DIRECTIONS FOR THIS TASK: The response must consist of the lines below from the one with "from restore.history.rows import Row" through the one with "0.0, np.zeros((3, 3))))", exactly as they appear and with both ends kept.

SUPPLIED RECORDS:
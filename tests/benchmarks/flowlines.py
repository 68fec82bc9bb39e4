"""Flowlines from many start points against what a careful scientist writes by hand with scipy.

Run it: `python tests/benchmarks/flowlines.py` (a minute or two), `--quick` for a check that it runs.
Rounds are interleaved and medians printed; nothing is asserted about time, only that both sides agree.
"""

from __future__ import annotations

import argparse
import os
import time
import tracemalloc
from collections.abc import Callable

os.environ.setdefault("OPENBLAS_NUM_THREADS", "1")

import numpy as np
from scipy.spatial.transform import Rotation, Slerp

from restore.history.rows import Row
from restore.history.store import History
from restore.motion.flowlines import FlowlineMaker, Spreading
from restore.motion.ridge_points import RidgePoints

PLATES = ("first", "second")
OLDEST_MA = 100.0


def history(rows: int = 20, links: int = 1) -> History:
    """Pairs between two plates whose stage poles wander; 5 km errors."""
    rng = np.random.default_rng(4)
    made = []
    labels = ["first", *(f"hub{i}" for i in range(1, links)), "second"]
    for link in range(links):
        turn = Rotation.identity()
        pair = labels[link : link + 2]
        made.append(Row(*pair, 0.0, np.nan, np.nan, 0.0, np.zeros((3, 3))))
        for age in np.linspace(0.0, OLDEST_MA, rows + 1)[1:]:
            axis = np.array([0.3, -0.4, 0.86]) + 0.2 * rng.standard_normal(3)
            axis *= np.deg2rad(0.4 * OLDEST_MA / rows) / np.linalg.norm(axis)
            turn = Rotation.from_rotvec(axis) * turn
            x, y, z = turn.as_rotvec()
            lat, lon = np.rad2deg(np.arctan2(z, np.hypot(x, y))), np.rad2deg(np.arctan2(y, x))
            made.append(
                Row(*pair, age, lat, lon, np.rad2deg(turn.magnitude()), np.eye(3) * (5.0 / 6371.0) ** 2)
            )
    return History.from_rows(made)


def by_hand(record: History, lat: np.ndarray, lon: np.ndarray, ages: np.ndarray) -> np.ndarray:
    """Half stages at the rows' ages, a loop over ages, vectorised over the start points."""
    rows = record.rows
    vectors = Rotation.from_quat(rows.rotations().quaternions, scalar_first=True)
    slerp = Slerp(rows.age_ma, vectors)
    phi, lam = np.deg2rad(lat), np.deg2rad(lon)
    start = np.stack([np.cos(phi) * np.cos(lam), np.cos(phi) * np.sin(lam), np.sin(phi)], axis=-1)
    out = np.empty((2, 2, len(lat), len(ages)))
    for k, age in enumerate(ages):
        stages = [t for t in rows.age_ma if t < age]
        product = Rotation.identity()
        for younger, older in zip(stages, [*stages[1:], age], strict=True):
            step = slerp([older])[0] * slerp([younger])[0].inv()
            product = Rotation.from_rotvec(0.5 * step.as_rotvec()) * product
        for side, turn in enumerate((slerp([age])[0].inv() * product, product)):
            x, y, z = turn.apply(start).T
            out[0, side, :, k] = np.rad2deg(np.arctan2(z, np.hypot(x, y)))
            out[1, side, :, k] = np.rad2deg(np.arctan2(y, x))
    return out


def seconds(work: Callable[[], object]) -> float:
    began = time.perf_counter()
    work()
    return time.perf_counter() - began


def main() -> None:
    parser = argparse.ArgumentParser()
    parser.add_argument("--quick", action="store_true", help="small sizes, one round")
    quick = parser.parse_args().quick
    count, rounds = (2_000, 1) if quick else (100_000, 3)
    rng = np.random.default_rng(1)
    lat, lon = rng.uniform(-40.0, 40.0, count), rng.uniform(-60.0, 60.0, count)
    ages = np.linspace(0.0, OLDEST_MA, 101)[1:]
    starts = RidgePoints.of(lat, lon, PLATES)
    single, composed = history(), history(links=3)
    plain = Spreading.between(single, PLATES, ages, errors=False)
    sure = Spreading.between(single, PLATES, ages)
    chain = Spreading.between(composed, PLATES, ages, errors=False)

    def make(spreading: Spreading) -> object:
        return FlowlineMaker(spreading, starts).make(starts)

    found = make(plain)
    hand = by_hand(single, lat[:200], lon[:200], ages)
    apart = np.abs(hand[0] - np.moveaxis(found.lat_deg[:200], 1, 0)).max() * 111_195.0
    assert apart < 1e-3, f"by hand and package differ by {apart} m"
    variants = {
        "by hand, positions, one pair": lambda: by_hand(single, lat, lon, ages),
        "positions, one pair": lambda: make(plain),
        "positions, three links, 10 m": lambda: make(chain),
        "positions and ellipses, one pair": lambda: make(sure),
    }
    times: dict[str, list[float]] = {name: [] for name in variants}
    for _ in range(rounds):
        for name, work in variants.items():
            times[name].append(seconds(work))
    base = float(np.median(times["by hand, positions, one pair"]))
    print(f"{count} start points, {len(ages)} ages, both arms (they differ by {apart:.1e} m)")
    for name, measured in times.items():
        median = float(np.median(measured))
        print(
            f"  {name:34s} {median:8.2f} s {median / (2 * count * len(ages)) * 1e9:8.0f} ns  x{base / median:5.2f}"
        )
    few = starts.some(slice(0, count // 100))
    tracemalloc.start()
    maker = FlowlineMaker(sure, starts)
    maker.make(few)
    peak = tracemalloc.get_traced_memory()[1]
    print(f"  a part of {len(few)} start points with ellipses: {peak / 1e6:.0f} MB at most")


if __name__ == "__main__":
    main()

RESULT OF THE EXERCISE:
from restore.history.rows import Row
from restore.history.store import History
from restore.motion.flowlines import FlowlineMaker, Spreading
from restore.motion.ridge_points import RidgePoints

PLATES = ("first", "second")
OLDEST_MA = 100.0


def history(rows: int = 20, links: int = 1) -> History:
    """Pairs between two plates whose stage poles wander; 5 km errors."""
    rng = np.random.default_rng(4)
    made = []
    labels = ["first", *(f"hub{i}" for i in range(1, links)), "second"]
    for link in range(links):
        turn = Rotation.identity()
        pair = labels[link : link + 2]
        made.append(Row(*pair, 0.0, np.nan, np.nan, 0.0, np.zeros((3, 3))))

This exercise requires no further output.